If a line in the data holds the string "along", list it.
[Start of Attachment]
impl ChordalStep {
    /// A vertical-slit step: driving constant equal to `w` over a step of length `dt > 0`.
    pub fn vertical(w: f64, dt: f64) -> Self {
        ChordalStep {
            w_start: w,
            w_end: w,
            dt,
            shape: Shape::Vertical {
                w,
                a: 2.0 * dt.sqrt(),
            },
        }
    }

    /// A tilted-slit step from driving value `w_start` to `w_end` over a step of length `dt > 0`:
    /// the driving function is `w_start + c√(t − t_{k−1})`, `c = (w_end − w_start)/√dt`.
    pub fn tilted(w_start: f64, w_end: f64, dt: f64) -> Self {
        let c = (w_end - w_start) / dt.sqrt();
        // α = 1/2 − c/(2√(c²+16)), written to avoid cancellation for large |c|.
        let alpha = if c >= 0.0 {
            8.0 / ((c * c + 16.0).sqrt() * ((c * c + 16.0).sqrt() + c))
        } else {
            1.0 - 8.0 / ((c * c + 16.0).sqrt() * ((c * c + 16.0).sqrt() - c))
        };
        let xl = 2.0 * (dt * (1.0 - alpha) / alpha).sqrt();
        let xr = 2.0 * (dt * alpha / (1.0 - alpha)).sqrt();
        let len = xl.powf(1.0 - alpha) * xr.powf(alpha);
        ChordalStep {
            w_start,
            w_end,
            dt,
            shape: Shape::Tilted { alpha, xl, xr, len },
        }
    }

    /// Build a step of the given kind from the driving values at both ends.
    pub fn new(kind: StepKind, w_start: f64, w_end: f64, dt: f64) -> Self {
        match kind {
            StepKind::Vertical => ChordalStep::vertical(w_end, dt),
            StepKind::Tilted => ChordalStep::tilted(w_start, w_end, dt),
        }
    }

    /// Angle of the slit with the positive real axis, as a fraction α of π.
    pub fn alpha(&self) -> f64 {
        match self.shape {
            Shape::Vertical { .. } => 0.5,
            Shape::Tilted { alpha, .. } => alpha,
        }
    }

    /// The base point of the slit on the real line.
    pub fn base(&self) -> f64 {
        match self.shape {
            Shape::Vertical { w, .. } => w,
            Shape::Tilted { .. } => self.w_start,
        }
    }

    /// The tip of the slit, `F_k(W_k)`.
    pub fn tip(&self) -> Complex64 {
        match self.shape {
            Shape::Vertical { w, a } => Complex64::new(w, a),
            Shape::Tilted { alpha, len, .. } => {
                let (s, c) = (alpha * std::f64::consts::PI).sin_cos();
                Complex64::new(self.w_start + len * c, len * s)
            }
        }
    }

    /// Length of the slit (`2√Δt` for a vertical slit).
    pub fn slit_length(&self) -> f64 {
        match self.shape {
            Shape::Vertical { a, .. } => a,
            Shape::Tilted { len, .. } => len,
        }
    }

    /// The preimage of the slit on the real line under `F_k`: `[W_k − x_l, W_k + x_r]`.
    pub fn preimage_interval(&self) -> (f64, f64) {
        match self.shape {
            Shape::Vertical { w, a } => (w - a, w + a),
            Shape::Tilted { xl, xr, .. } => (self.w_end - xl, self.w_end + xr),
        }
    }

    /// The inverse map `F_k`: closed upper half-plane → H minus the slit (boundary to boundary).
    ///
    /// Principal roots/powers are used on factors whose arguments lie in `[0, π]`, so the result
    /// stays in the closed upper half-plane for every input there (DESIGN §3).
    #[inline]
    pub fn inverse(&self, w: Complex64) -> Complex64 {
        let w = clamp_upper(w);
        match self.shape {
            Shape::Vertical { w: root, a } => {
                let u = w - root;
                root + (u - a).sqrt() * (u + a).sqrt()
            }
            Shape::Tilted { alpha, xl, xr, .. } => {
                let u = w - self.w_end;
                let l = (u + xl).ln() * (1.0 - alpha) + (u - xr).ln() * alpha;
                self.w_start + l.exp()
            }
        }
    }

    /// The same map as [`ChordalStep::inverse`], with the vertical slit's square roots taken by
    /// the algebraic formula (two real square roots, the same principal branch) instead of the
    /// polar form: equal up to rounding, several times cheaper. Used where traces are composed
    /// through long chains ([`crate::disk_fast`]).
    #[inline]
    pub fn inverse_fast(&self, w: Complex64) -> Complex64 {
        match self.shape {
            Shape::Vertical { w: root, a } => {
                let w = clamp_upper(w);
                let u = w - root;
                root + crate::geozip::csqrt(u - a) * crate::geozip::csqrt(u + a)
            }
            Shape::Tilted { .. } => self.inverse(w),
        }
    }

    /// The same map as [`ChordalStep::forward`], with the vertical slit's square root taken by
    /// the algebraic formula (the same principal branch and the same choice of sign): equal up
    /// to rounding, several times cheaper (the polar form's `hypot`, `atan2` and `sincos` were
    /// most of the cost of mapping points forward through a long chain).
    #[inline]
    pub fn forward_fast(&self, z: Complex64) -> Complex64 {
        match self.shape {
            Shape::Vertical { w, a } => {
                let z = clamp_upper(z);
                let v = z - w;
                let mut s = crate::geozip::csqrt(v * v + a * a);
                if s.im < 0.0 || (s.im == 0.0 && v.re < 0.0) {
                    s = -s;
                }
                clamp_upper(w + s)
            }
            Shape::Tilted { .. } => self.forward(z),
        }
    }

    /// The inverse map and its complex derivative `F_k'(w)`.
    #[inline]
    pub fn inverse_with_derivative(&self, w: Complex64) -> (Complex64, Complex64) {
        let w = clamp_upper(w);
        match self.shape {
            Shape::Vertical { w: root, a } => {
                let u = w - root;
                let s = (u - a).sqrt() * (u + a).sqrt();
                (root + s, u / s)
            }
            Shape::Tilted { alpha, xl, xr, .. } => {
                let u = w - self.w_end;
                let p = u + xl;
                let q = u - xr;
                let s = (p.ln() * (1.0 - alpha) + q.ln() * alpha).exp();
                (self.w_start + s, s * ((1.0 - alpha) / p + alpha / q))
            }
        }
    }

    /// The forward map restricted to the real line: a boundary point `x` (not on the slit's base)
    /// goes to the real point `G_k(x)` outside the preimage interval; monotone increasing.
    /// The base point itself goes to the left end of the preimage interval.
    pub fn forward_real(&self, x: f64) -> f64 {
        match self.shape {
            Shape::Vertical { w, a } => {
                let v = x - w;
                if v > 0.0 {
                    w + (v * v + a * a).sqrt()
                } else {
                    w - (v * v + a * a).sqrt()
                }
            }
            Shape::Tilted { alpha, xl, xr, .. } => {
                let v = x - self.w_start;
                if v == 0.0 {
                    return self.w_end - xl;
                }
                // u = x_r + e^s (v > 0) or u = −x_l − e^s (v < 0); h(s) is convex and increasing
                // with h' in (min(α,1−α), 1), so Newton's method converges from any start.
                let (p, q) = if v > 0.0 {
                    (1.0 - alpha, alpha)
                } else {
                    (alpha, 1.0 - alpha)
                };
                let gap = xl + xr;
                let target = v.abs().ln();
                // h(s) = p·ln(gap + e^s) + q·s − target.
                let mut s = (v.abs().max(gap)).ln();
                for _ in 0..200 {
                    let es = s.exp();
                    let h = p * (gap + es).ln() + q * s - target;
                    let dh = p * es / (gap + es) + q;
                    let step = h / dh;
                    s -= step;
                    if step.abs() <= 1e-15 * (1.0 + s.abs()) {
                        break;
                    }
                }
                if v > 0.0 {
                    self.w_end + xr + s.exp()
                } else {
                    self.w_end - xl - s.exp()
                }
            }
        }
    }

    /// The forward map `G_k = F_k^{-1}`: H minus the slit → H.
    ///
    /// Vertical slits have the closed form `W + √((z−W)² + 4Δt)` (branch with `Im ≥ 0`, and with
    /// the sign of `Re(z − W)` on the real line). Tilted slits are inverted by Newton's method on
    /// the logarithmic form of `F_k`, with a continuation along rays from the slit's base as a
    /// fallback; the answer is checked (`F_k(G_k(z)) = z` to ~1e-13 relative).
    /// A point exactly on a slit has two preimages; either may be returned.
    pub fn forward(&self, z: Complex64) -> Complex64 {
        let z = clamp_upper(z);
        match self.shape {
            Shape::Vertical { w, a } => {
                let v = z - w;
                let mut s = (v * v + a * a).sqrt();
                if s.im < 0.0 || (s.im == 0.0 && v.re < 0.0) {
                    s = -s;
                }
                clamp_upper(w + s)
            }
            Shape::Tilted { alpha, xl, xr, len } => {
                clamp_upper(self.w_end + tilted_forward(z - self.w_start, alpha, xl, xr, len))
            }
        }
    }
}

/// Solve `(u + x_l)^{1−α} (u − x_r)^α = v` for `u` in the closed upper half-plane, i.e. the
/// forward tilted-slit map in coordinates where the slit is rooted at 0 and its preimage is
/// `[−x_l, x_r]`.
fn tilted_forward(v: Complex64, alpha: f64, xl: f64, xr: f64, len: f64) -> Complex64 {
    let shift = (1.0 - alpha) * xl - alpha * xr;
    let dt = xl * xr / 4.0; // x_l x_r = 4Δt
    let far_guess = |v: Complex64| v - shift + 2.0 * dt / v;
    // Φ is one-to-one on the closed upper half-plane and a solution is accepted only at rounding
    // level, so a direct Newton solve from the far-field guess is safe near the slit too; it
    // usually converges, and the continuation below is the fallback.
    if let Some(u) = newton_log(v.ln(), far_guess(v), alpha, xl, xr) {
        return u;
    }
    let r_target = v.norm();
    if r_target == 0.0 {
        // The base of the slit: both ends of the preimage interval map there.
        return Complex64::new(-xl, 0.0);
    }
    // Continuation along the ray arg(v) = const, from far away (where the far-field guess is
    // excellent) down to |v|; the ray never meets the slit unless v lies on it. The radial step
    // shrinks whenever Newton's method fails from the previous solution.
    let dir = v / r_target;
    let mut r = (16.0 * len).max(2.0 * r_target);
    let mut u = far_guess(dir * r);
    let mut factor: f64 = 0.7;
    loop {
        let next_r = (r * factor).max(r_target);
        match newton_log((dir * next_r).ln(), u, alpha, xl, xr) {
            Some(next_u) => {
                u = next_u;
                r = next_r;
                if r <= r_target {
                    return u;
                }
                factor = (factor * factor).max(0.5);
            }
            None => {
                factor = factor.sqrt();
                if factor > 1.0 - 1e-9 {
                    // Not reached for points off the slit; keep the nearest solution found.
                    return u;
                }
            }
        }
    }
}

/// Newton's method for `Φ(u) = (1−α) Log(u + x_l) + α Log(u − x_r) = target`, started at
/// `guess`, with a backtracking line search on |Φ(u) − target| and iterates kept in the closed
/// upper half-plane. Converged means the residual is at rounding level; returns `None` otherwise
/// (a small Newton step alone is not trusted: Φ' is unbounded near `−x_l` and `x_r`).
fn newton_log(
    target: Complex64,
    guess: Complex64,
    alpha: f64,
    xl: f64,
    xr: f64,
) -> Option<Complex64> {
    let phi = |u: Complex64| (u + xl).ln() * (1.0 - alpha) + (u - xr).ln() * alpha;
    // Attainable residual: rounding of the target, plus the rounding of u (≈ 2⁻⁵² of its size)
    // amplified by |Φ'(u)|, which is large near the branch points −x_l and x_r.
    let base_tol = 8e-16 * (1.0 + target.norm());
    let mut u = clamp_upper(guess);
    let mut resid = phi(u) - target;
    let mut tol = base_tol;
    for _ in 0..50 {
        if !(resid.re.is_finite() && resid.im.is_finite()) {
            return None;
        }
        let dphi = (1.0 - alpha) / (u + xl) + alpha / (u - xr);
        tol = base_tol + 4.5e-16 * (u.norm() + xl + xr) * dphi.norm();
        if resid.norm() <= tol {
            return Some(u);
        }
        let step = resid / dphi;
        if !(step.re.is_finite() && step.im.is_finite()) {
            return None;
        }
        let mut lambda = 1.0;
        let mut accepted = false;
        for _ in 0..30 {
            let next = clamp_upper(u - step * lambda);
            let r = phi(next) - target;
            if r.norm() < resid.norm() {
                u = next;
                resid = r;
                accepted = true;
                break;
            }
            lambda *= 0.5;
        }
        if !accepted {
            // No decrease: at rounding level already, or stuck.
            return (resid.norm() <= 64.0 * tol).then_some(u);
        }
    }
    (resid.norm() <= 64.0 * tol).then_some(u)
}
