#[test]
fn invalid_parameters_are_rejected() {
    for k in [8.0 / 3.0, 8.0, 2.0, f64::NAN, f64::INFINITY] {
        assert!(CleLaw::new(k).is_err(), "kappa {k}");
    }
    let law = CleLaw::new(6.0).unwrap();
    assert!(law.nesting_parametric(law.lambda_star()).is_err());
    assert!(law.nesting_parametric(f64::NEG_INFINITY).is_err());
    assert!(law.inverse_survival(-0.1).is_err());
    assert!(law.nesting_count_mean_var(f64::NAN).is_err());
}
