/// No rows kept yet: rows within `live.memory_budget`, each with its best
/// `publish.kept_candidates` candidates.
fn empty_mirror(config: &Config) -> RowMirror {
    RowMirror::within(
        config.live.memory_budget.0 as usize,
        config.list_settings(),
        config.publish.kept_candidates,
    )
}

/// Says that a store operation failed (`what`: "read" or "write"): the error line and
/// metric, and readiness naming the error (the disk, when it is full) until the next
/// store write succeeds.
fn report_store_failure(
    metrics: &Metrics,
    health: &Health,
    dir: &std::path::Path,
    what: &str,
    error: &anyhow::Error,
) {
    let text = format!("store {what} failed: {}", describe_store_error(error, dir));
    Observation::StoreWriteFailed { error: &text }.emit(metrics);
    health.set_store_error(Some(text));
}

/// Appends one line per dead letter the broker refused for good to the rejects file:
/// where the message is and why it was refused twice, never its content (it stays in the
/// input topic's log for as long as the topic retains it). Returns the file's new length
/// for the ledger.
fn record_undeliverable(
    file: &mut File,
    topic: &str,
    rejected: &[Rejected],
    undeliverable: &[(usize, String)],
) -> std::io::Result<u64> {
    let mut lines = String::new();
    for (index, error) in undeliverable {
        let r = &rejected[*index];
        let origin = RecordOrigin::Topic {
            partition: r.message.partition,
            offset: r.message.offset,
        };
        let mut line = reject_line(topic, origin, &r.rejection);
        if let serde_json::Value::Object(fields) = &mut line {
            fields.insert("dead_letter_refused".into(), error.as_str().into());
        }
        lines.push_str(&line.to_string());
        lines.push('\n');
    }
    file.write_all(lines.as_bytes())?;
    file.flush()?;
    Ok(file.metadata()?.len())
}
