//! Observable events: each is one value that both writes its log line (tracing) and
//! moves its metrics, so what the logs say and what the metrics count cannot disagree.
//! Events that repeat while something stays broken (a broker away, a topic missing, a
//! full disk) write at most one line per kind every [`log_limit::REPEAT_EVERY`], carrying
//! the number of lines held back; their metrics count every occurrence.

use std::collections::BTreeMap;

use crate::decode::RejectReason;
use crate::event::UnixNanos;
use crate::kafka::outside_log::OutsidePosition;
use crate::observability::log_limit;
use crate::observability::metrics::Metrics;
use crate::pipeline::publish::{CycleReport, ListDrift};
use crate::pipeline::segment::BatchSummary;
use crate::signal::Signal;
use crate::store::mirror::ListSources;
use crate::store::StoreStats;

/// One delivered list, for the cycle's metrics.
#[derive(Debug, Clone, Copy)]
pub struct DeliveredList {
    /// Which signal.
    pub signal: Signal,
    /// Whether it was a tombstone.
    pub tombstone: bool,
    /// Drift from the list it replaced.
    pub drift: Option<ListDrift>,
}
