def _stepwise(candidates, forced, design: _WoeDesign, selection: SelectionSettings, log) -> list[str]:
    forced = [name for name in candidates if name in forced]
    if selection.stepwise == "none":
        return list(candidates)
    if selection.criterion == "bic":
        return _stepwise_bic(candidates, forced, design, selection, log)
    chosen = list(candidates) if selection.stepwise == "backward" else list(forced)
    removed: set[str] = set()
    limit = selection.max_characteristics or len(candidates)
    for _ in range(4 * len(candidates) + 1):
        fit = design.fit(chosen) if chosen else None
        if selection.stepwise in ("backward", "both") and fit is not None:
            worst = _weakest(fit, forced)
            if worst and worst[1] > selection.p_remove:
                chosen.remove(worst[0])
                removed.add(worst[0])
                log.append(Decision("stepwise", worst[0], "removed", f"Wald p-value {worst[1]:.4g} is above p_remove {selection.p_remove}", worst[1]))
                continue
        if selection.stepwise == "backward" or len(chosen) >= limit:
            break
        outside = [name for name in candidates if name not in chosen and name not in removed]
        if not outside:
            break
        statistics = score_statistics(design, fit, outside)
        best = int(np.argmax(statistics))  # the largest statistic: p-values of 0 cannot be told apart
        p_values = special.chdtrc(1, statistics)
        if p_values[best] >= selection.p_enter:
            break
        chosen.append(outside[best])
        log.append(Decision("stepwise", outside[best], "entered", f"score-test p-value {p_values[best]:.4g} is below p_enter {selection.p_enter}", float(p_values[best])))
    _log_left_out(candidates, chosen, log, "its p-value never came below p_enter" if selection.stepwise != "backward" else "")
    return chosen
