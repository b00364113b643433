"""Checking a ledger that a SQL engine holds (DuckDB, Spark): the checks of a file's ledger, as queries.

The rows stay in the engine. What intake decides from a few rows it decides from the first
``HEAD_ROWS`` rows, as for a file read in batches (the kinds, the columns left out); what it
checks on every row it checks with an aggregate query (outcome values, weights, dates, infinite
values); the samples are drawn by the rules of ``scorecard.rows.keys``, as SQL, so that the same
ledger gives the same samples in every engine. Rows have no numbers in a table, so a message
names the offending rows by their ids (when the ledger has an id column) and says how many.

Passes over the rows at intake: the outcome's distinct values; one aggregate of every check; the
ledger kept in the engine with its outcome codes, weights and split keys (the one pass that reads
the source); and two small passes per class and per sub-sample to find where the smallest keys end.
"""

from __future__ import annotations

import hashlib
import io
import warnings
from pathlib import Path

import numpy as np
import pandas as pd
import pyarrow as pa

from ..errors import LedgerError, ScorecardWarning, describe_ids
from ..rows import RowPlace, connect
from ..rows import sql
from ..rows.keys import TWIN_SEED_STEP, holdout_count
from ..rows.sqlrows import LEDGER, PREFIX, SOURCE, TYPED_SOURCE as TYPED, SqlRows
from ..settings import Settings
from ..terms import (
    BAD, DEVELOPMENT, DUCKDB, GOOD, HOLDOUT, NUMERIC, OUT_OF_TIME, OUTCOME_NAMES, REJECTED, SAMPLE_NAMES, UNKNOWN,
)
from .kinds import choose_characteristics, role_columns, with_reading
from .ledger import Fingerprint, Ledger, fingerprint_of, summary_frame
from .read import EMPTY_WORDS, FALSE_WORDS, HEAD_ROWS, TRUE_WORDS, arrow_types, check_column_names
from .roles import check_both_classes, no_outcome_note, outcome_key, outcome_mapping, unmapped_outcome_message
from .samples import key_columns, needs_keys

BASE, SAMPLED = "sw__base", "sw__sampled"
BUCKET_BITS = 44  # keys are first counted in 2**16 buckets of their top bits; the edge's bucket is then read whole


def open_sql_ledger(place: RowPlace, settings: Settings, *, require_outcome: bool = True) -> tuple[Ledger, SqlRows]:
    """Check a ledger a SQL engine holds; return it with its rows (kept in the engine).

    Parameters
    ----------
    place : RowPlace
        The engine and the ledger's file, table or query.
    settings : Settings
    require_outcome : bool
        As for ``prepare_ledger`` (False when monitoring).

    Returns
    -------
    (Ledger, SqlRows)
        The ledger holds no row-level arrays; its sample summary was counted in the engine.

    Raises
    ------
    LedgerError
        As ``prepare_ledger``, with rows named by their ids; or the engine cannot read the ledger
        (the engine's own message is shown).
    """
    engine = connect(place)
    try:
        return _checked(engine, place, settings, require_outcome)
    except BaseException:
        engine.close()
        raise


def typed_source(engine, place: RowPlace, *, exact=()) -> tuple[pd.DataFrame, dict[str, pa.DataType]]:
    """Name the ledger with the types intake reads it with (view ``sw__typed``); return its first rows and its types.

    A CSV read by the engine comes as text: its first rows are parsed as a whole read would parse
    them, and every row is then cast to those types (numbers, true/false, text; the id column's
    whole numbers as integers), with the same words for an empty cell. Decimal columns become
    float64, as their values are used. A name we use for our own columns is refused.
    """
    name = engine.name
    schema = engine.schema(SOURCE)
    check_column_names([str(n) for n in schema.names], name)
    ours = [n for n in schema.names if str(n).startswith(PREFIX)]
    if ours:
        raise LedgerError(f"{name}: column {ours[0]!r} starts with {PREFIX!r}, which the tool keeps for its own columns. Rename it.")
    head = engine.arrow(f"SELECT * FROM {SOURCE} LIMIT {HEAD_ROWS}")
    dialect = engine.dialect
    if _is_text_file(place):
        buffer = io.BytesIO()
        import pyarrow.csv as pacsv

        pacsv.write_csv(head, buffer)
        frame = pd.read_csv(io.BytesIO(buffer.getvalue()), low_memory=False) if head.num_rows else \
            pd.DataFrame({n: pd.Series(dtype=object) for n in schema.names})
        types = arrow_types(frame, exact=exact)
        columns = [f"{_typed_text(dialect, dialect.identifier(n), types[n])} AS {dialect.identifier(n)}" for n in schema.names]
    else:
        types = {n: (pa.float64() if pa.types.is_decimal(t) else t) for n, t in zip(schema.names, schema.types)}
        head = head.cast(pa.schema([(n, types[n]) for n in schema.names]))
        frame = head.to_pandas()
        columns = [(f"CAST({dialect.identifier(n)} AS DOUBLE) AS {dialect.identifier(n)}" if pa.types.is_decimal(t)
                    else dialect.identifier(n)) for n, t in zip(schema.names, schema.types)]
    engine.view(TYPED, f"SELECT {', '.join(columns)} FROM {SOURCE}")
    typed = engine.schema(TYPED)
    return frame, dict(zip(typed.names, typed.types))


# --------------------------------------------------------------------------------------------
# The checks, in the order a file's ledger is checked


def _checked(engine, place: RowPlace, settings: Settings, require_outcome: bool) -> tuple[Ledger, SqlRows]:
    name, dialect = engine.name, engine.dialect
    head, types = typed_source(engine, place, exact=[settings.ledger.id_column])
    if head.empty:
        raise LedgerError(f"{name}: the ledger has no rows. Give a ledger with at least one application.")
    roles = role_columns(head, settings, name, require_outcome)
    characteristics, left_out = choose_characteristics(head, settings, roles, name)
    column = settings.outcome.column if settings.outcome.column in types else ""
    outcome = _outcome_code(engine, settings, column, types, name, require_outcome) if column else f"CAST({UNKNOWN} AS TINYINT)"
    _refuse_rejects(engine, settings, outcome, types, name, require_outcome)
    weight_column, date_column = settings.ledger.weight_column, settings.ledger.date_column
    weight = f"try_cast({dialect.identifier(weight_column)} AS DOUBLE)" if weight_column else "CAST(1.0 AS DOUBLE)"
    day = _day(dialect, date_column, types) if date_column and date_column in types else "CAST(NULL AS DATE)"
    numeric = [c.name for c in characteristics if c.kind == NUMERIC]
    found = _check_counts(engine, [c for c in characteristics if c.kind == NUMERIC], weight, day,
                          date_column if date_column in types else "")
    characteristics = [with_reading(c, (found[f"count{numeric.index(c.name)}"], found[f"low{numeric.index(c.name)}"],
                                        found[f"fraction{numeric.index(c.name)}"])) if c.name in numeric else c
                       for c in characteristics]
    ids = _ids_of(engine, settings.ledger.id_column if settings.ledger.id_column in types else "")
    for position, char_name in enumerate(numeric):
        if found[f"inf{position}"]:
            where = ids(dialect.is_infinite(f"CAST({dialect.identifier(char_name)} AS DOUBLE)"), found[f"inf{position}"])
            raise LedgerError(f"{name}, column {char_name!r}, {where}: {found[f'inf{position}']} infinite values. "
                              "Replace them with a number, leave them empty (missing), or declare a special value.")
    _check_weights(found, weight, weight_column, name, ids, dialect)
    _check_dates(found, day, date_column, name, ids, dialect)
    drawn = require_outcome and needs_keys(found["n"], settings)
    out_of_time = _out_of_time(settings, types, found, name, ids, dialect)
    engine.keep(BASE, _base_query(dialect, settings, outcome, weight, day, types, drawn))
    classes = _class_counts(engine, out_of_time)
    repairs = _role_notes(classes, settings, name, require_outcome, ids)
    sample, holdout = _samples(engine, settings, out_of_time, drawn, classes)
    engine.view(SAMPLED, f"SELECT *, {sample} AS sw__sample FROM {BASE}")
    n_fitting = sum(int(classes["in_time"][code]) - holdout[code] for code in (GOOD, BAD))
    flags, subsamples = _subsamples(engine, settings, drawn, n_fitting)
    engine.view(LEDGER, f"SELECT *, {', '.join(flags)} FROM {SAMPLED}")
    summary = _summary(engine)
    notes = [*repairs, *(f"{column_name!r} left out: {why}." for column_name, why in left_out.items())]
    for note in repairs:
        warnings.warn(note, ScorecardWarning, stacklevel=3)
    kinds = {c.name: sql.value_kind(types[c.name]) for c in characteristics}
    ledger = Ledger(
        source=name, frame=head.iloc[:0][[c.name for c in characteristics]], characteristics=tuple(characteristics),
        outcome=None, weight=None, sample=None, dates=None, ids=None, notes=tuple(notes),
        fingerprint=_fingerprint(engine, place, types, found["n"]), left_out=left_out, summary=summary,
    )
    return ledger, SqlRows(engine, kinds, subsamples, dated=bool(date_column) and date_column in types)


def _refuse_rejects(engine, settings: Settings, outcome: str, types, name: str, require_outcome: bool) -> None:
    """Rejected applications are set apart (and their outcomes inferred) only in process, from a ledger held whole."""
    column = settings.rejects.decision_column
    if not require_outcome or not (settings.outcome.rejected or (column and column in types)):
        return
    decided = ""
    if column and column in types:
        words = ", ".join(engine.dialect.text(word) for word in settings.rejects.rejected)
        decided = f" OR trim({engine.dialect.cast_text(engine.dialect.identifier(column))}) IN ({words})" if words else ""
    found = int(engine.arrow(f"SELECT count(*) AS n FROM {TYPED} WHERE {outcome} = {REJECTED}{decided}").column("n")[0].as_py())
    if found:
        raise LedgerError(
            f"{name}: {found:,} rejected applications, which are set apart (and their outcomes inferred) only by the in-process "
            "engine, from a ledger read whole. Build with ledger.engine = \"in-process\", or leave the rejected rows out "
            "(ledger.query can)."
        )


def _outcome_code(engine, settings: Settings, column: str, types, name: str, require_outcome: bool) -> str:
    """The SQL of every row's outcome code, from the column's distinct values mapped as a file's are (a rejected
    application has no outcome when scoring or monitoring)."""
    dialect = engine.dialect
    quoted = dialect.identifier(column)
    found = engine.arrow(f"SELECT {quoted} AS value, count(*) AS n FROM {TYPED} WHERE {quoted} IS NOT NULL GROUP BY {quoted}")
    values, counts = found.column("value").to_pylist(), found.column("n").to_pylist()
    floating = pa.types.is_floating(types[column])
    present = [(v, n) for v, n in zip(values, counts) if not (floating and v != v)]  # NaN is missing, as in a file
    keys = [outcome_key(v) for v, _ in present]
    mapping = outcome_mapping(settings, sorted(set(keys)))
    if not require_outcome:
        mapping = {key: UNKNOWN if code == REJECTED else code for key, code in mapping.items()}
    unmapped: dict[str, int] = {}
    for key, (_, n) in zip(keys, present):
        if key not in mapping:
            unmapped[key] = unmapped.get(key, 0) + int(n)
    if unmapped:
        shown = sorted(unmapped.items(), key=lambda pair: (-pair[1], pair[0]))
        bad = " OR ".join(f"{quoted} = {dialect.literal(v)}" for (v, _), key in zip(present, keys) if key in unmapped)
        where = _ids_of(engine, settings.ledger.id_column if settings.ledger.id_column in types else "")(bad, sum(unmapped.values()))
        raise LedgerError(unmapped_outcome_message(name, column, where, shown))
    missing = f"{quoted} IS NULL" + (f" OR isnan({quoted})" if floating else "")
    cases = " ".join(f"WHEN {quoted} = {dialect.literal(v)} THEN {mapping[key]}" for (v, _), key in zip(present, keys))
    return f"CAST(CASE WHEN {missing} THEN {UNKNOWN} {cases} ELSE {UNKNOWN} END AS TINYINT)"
[End of Attachment]
* **ANSWER SECTION**
    /// the logarithmic form of `F_k`, with a continuation along rays from the slit's base as a
    // Continuation along the ray arg(v) = const, from far away (where the far-field guess is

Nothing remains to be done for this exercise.